**Problem requirements**
Copy every line that contains the string "units" from the entries below.

[Record set — start]

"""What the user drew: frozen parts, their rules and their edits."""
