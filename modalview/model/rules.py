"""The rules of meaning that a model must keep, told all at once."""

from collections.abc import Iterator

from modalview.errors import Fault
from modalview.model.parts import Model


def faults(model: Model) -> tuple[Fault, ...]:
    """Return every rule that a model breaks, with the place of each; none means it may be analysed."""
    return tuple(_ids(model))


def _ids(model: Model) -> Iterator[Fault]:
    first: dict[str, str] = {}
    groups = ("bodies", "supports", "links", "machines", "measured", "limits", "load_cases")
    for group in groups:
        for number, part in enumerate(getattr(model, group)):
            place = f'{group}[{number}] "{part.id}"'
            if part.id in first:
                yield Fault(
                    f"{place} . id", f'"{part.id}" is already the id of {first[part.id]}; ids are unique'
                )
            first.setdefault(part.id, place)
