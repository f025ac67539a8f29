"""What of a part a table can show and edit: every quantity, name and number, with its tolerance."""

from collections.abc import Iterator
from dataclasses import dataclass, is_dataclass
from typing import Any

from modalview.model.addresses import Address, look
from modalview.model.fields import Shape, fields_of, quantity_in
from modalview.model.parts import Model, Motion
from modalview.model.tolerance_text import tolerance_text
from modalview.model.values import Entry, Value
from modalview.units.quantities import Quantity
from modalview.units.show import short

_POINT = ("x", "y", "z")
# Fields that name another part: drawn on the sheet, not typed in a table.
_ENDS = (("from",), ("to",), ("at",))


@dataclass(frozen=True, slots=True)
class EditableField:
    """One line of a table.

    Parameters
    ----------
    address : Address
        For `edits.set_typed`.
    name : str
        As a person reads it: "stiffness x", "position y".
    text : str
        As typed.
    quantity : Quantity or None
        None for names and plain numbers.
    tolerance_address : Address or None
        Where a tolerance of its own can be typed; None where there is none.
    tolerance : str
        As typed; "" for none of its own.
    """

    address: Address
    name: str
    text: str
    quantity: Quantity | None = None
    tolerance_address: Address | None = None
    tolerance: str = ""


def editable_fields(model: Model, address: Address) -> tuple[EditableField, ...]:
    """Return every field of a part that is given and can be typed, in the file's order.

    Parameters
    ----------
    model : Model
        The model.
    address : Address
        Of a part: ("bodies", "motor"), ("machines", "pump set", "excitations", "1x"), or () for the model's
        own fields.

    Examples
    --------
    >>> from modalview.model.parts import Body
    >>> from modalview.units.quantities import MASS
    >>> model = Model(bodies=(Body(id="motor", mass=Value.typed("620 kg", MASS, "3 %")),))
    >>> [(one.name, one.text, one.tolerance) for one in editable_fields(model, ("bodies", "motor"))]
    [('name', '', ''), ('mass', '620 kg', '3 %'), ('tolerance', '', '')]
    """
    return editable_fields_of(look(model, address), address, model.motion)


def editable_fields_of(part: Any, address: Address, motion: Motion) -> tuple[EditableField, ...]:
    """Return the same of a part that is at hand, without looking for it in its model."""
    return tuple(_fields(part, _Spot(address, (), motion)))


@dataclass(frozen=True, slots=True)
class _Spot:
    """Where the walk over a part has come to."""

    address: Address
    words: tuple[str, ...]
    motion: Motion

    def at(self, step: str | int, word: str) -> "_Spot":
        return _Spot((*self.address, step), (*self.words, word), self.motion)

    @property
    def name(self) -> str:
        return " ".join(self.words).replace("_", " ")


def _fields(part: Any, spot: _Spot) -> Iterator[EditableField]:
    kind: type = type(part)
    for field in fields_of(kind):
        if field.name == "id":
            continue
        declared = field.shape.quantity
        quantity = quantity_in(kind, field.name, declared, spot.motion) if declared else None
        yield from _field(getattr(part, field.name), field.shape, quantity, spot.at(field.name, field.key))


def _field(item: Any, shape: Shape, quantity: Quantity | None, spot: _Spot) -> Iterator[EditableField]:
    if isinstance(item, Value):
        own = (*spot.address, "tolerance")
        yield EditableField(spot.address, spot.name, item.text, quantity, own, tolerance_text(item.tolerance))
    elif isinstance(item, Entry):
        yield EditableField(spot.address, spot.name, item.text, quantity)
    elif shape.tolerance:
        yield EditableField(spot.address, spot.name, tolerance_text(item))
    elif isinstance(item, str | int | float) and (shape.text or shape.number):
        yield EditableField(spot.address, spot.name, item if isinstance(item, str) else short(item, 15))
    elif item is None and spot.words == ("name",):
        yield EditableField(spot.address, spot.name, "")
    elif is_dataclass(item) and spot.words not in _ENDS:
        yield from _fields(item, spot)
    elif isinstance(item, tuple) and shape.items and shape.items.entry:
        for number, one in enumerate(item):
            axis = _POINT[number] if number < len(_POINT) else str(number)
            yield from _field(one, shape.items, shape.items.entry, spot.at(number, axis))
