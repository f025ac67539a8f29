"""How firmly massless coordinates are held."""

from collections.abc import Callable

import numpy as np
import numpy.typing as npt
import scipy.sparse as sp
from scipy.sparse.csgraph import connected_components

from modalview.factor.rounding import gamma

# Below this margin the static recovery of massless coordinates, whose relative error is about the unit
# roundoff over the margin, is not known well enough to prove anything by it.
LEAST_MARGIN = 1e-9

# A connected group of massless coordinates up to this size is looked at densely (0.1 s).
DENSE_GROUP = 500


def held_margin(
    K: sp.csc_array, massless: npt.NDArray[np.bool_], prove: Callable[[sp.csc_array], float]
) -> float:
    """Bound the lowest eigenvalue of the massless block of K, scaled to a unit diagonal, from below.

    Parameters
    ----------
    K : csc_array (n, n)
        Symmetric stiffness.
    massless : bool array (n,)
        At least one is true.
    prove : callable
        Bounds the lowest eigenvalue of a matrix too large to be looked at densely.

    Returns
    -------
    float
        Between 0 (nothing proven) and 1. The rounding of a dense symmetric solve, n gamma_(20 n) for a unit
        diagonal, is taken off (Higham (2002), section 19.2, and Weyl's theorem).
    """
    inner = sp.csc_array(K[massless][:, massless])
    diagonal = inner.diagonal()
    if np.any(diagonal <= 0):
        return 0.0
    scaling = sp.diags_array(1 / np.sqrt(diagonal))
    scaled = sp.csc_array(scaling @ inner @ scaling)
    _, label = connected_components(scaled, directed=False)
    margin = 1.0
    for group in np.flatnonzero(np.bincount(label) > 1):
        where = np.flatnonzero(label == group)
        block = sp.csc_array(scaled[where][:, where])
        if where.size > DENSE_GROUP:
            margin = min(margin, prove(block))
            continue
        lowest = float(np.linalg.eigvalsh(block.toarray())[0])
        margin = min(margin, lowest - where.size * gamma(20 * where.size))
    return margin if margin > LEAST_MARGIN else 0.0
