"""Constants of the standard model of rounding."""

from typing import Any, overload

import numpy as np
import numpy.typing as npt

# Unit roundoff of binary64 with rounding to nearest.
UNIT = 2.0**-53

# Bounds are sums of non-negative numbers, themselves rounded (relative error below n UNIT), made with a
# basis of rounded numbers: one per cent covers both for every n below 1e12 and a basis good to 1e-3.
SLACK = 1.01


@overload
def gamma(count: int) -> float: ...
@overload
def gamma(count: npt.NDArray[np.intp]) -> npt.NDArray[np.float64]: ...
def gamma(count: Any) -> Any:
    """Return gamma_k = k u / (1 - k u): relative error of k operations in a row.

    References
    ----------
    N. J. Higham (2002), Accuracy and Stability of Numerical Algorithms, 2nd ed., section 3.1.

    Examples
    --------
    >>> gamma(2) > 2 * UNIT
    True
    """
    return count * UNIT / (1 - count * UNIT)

[Record set — finish]

**Answer for this exercise**
from modalview.units.quantities import Quantity
from modalview.units.show import short
    >>> from modalview.units.quantities import MASS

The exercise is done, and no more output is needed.